Perhaps some find IRL distracting, so they suffer less and have easier time compensating for the difference between in-person and remote. Meanwhile, some others are good communicators who thrive with and make the most out in-person, and for them it’s more of a challenge to WFH. I personally suspect many of those who want to WFH are naturally not that great at remote communication without realizing so.

I personally had insightful office conversations that started as tangents from semi-idle chance chats and would be impossible remotely, since in an online meeting you must be mindful of others’ time because you don’t know how busy they are (IRL you can sense if a person would rather be doing something else, but you know it can be perfectly faked remotely—so you will never have a chance convo; meetings must have agendas—culture!—and once the agenda is over, everyone gets to be free). Such random conversations can easily alter the course of whole projects.

I don’t see WFH vs. RTO as a black-and-white, high culture vs. lack of culture, good vs. evil sort of battle; more like people have different natural tendencies, life circumstances, desires, and everyone wants it to work best for them.

Yeah we didn't even have that one button integration until 2019 and it didn't work well and the mics were all broken. They started leaving usb jabra mics in the conference rooms to supplement the very expensive cisco setups. That's mainly fixed now.

Interesting on the hallway conversation thing. I have no idea how I'd handle that.

Sounds Nice. If my office was within 15 minutes of home I would be there frequently. Dropping in and out for chit chat and activities.

But it isn't.

The only housing within 35 minutes of my downtown office is small, expensive, high-rise apartments and condos. And there literally are not enough of those to serve the abundance of offices in that area, so it is literally impossible to provide even that meager standard to everyone.

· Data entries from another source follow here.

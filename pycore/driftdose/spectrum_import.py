"""Import of measured size spectra from delimited text with a user-chosen column mapping.

Interface: :func:`parse_spectrum_csv` returns a :class:`SpectrumImport` (bin mid-points in m,
particles per bin in 1/m^3, and a report of what was detected) or raises
:class:`SpectrumError` with a plain message, the line number where the content is at fault,
and the part of the mapping that is wrong (``part``: ``file``, ``header_line``,
``diameter_column`` or ``concentration_column``).

The table is read by :mod:`driftdose.tables`, the reader of every measured file: separator
(commas, semicolons, tabs or blanks), decimal commas, the header row below an instrument's
notes (or on the line the user names), units in the headers, summary rows at the end. Columns
are chosen by number or by name (a whole header, else a part of one, any case).
Concentrations may be given per bin, as dN/dlogDp or as dN/dDp. Refused with a message: empty
or binary content, more than 5 MB, no recognisable separator, non-numeric or empty cells,
negative, zero, unsorted or repeated diameters, negative concentrations, and fewer than two
data rows.

Unit names are not interpreted here: the caller (the API boundary) passes the factors that
turn the file's numbers into SI (``diameter_scale`` to m, ``concentration_scale`` to
1/m^3); for dN/dDp the value is read per file diameter unit and divided by
``diameter_scale``.
"""

from __future__ import annotations

import math
from dataclasses import dataclass, field
from typing import Any

from . import tables, textfile
from .distribution import BinnedSpectrum, bin_edges

__all__ = [
    "CONCENTRATION_TYPES",
    "MAX_BYTES",
    "MAX_ROWS",
    "SpectrumError",
    "SpectrumImport",
    "parse_spectrum_csv",
]

MAX_BYTES = 5 * 1024 * 1024
"""Largest accepted file, 5 MB."""

MAX_ROWS = 20000
"""Largest number of data rows accepted."""

CONCENTRATION_TYPES = ("per_bin", "dN/dlogDp", "dN/dDp")
"""How the concentration column is expressed: particles per bin, per unit log10 of the
diameter, or per unit diameter."""


class SpectrumError(textfile.LineError):
    """A spectrum import problem; ``line`` is the 1-based line number where it lies, if any,
    and ``part`` the input that is wrong (``file``, ``header_line``, ``diameter_column`` or
    ``concentration_column``)."""


@dataclass(frozen=True)
class SpectrumImport:
    """A spectrum read from CSV.

    Attributes
    ----------
    diameters : tuple of float
        Bin mid-point diameters. [m]
    numbers : tuple of float
        Particles per volume of air in each bin. [1/m^3]
    edges : tuple of float
        Bin edges (geometric means of neighbours, outer edges mirrored). [m]
    report : dict
        What was detected: ``delimiter``, ``decimal_comma``, ``bom``, ``encoding``,
        ``header`` (list or None), ``rows``, ``first_line``, ``last_line``,
        ``skipped_lines`` (blank or comment), ``notes``.

    """

    diameters: tuple[float, ...]
    numbers: tuple[float, ...]
    edges: tuple[float, ...]
    report: dict[str, Any] = field(default_factory=dict)

    def to_distribution(self, density: float = 1000.0, shape_factor: float = 1.0) -> BinnedSpectrum:
        """Return the spectrum as a :class:`~driftdose.distribution.BinnedSpectrum`."""
        return BinnedSpectrum(self.diameters, self.numbers, density, shape_factor, self.edges)


def _decode(data: bytes | str) -> tuple[str, bool, str, list[str]]:
    """Return (text, had_bom, encoding, notes); bytes go through the shared decoder
    (:func:`driftdose.textfile.decode_text`), text (what the page sends after that same
    decoder read the file) as it is."""
    if isinstance(data, str):
        return data, data.startswith("\ufeff"), "text", []
    if not isinstance(data, bytes | bytearray):
        raise SpectrumError("The spectrum must be given as text.")
    try:
        decoded = textfile.decode_text(data, MAX_BYTES)
    except textfile.TextFileError as exc:
        extra = ""
        if len(data) > MAX_BYTES:
            extra = " Export only the diameter and concentration columns, or fewer rows."
        raise SpectrumError(exc.message + extra) from None
    notes = [n for n in decoded.notes if "byte-order mark at the start" not in n]
    return decoded.text, decoded.bom, decoded.encoding, notes


def _values(
    table: tables.Table, column: tables.Column, what: str, part: str
) -> list[tuple[int, float]]:
    """The column's numbers with their lines; a gap, text or a non-finite number refused."""
    out = []
    i = column.index
    for line, cells in table.rows:
        if i >= len(cells):
            raise SpectrumError(
                f"this row has {len(cells)} column(s) but column {i + 1} is needed "
                f"(separator: {table.delimiter}).",
                line,
            )
        plain = cells[i].strip().strip('"').strip()
        try:
            v = tables.number(plain, table.decimal)
        except tables.CellError as exc:
            if "ambiguous" in exc.message:
                raise SpectrumError(
                    f"the {what} cell {plain!r} (column {i + 1}) is ambiguous: "
                    + exc.message.split("ambiguous", 1)[1].lstrip(": "),
                    line,
                ) from None
            raise SpectrumError(
                f"the {what} cell {plain[:30]!r} (column {i + 1}) is not a number.", line
            ) from None
        if v is None:
            raise SpectrumError(
                f"the {what} cell (column {i + 1}) is empty; fill the gap or remove the row.",
                line,
            )
        if not math.isfinite(v):
            raise SpectrumError(f"the {what} cell {plain[:30]!r} is not a finite number.", line)
        out.append((line, v))
    return out


def parse_spectrum_csv(
    data: bytes | str,
    diameter_column: int | str = 1,
    concentration_column: int | str = 2,
    concentration_type: str = "dN/dlogDp",
    diameter_scale: float = 1e-9,
    concentration_scale: float = 1e6,
    header_line: int = 0,
) -> SpectrumImport:
    """Read a measured spectrum from delimited text.

    Parameters
    ----------
    data : bytes or str
        The file's content.
    diameter_column, concentration_column : int or str
        1-based column number, or header name (whole or a part, any case).
    concentration_type : str
        One of :data:`CONCENTRATION_TYPES`.
    diameter_scale : float
        Metres per file diameter unit (1e-9 for nm). [m]
    concentration_scale : float
        Particles per m^3 per file concentration unit (1e6 for 1/cm^3). [1/m^3]
    header_line : int
        The file line holding the column names; 0 to find it, -1 for none.

    Returns
    -------
    SpectrumImport
        Bins in SI, numbers per bin, and a report of what was detected (with the table's
        description, :func:`driftdose.tables.describe_table`, under ``table``).

    Raises
    ------
    SpectrumError
        With a message naming the line where the content is at fault, and the wrong ``part``.

    Notes
    -----
    Per-bin numbers from dN/dlogDp: N_i = (dN/dlogDp)_i log10(e_{i+1}/e_i); from dN/dDp:
    N_i = (dN/dDp)_i (e_{i+1} - e_i), with edges e at the geometric means of neighbouring
    mid-points (common practice for mid-point spectra, e.g. Hinds 1999, section 4.2).

    Examples
    --------
    >>> s = parse_spectrum_csv("d_nm;dN\\n10;1000\\n20;2000\\n", "d_nm", "dN", "per_bin")
    >>> s.report["delimiter"], s.numbers
    ('semicolon', (1000000000.0, 2000000000.0))

    """
    if concentration_type not in CONCENTRATION_TYPES:
        raise SpectrumError(
            f"Unknown concentration type {concentration_type!r}; use one of "
            f"{', '.join(CONCENTRATION_TYPES)}."
        )
    if not (diameter_scale > 0.0 and concentration_scale > 0.0):
        raise SpectrumError("Unit factors must be positive.")
    text, bom, encoding, decode_notes = _decode(data)
    try:
        table = tables.read_table(text, header_line)
    except tables.TableError as exc:
        raise SpectrumError(exc.message, exc.line, exc.part) from None
    picked = []
    for spec, what in ((diameter_column, "diameter"), (concentration_column, "concentration")):
        try:
            picked.append(tables.pick_column(table, spec, what))
        except tables.TableError as exc:
            raise SpectrumError(exc.message, exc.line, f"{what}_column") from None
    d_col, c_col = picked
    for col, what in ((d_col, "diameter"), (c_col, "concentration")):
        head = [cells[col.index] for _, cells in table.rows[:50] if col.index < len(cells)]
        if not any(tables.cells.is_number(c) for c in head):
            holds = "text, not numbers" if any(head) else "no values"
            raise SpectrumError(
                f"Column {col.index + 1} {col.name!r} holds {holds}; choose the {what} column.",
                None,
                f"{what}_column",
            )
    if d_col.index == c_col.index:
        raise SpectrumError(
            "The diameter and concentration columns are the same.", None, "concentration_column"
        )
    if len(table.rows) > MAX_ROWS:
        raise SpectrumError(
            f"more than {MAX_ROWS} data rows; reduce the file.", table.rows[MAX_ROWS][0]
        )
    diam_rows = _values(table, d_col, "diameter", "diameter_column")
    conc_rows = _values(table, c_col, "concentration", "concentration_column")
    rows: list[tuple[int, float, float]] = []
    for (line, d), (_, c) in zip(diam_rows, conc_rows, strict=True):
        if d <= 0.0:
            raise SpectrumError(f"diameter {d:g} must be positive.", line)
        if c < 0.0:
            raise SpectrumError(f"concentration {c:g} must not be negative.", line)
        if rows:
            prev_line, prev_d, _ = rows[-1]
            if d == prev_d:
                raise SpectrumError(
                    f"diameter {d:g} repeats the one on line {prev_line}; each size bin must "
                    "appear once.",
                    line,
                )
            if d < prev_d:
                raise SpectrumError(
                    f"diameter {d:g} is smaller than {prev_d:g} on line {prev_line}; sort the "
                    "rows by increasing diameter.",
                    line,
                )
        rows.append((line, d, c))
    if len(rows) == 1:
        raise SpectrumError(
            "only one data row: at least two sizes are needed to define size bins.", rows[0][0]
        )

    diam = [d * diameter_scale for _, d, _ in rows]
    edges = bin_edges(diam)
    numbers = []
    for i, (_, _, c) in enumerate(rows):
        if concentration_type == "per_bin":
            n = c * concentration_scale
        elif concentration_type == "dN/dlogDp":
            n = c * concentration_scale * math.log10(edges[i + 1] / edges[i])
        else:  # dN/dDp, per file diameter unit
            n = c * concentration_scale / diameter_scale * (edges[i + 1] - edges[i])
        numbers.append(n)
    comma = table.decimal == "comma" or any(
        "," in table.rows[k][1][j] for k in range(len(rows)) for j in (d_col.index, c_col.index)
    )
    notes = list(decode_notes) + [n for n in table.notes if "byte-order" not in n]
    if bom:
        notes.insert(len(decode_notes), "A byte-order mark at the start was ignored.")
    if comma:
        notes.append("Decimal commas were read as decimal points.")
    described = tables.describe_table(table)
    above = rows[0][0] - 1 - (table.header_line is not None) - (table.units_line is not None)
    report = {
        "delimiter": table.delimiter,
        "decimal_comma": comma,
        "bom": bom,
        "encoding": encoding,
        "header": list(table.header) if table.header is not None else None,
        "header_line": table.header_line,
        "rows": len(rows),
        "first_line": rows[0][0],
        "last_line": rows[-1][0],
        "skipped_lines": above + table.skipped,
        "concentration_type": concentration_type,
        "columns": {"diameter": d_col.index + 1, "concentration": c_col.index + 1},
        "notes": notes,
        "table": described,
    }
    return SpectrumImport(tuple(diam), tuple(numbers), edges, report)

Similar here, been doing part time remote since '06, full time since '11. There's ups and downs to both sides.

I get "more done" remotely, in that I can usually have more time for deep focus. But then it's harder to get high-bandwidth knowledge transfer sessions, and overhear when someone has some particularly bad ideas (or roads you've already been down, etc).

I think I still prefer the remote side, and it's probably a better deal for the biz, but I would like to spend a few days here and there with like minded people on shared problems.

You probably like people and are comfortable with whatever you excelled at. And you probably don't have an inner voice comically second-guessing everything you are about to say, causing you to act timid and awkward around others.

Qualities missing from most people at the office.

It depends on my mood. Some days I say hi and then only keyboard noise. I probably look like a robot then. Other days may talk more. And second guessing is a thing, but feeling good after social interaction is also a thing...

But it's a small open office. Probably in a big open office it can be worse if many coworkers are distracting. I can see how I would hate that and it would hamper work.

That's totally valid, also. I do sometimes miss the office, particularly from when I worked in a healthy office culture, but would want it to be optional.
You've made a reasonable proposal. But the writer of the blog wasn't offered anything so reasonable and that's why they're mad.
Exactly right, the real title should be "my employer sucks and working conditions are not reasonable".

But no, the writer titled "return to office is bullshit and everyone knows it", which phrased like that is patently false.

Return to office can be a problem if some other conditions are true, like your office sucks, you are made to clock in clock out at inflexible hours, commute is inconvenient, etc. Why not talk about that.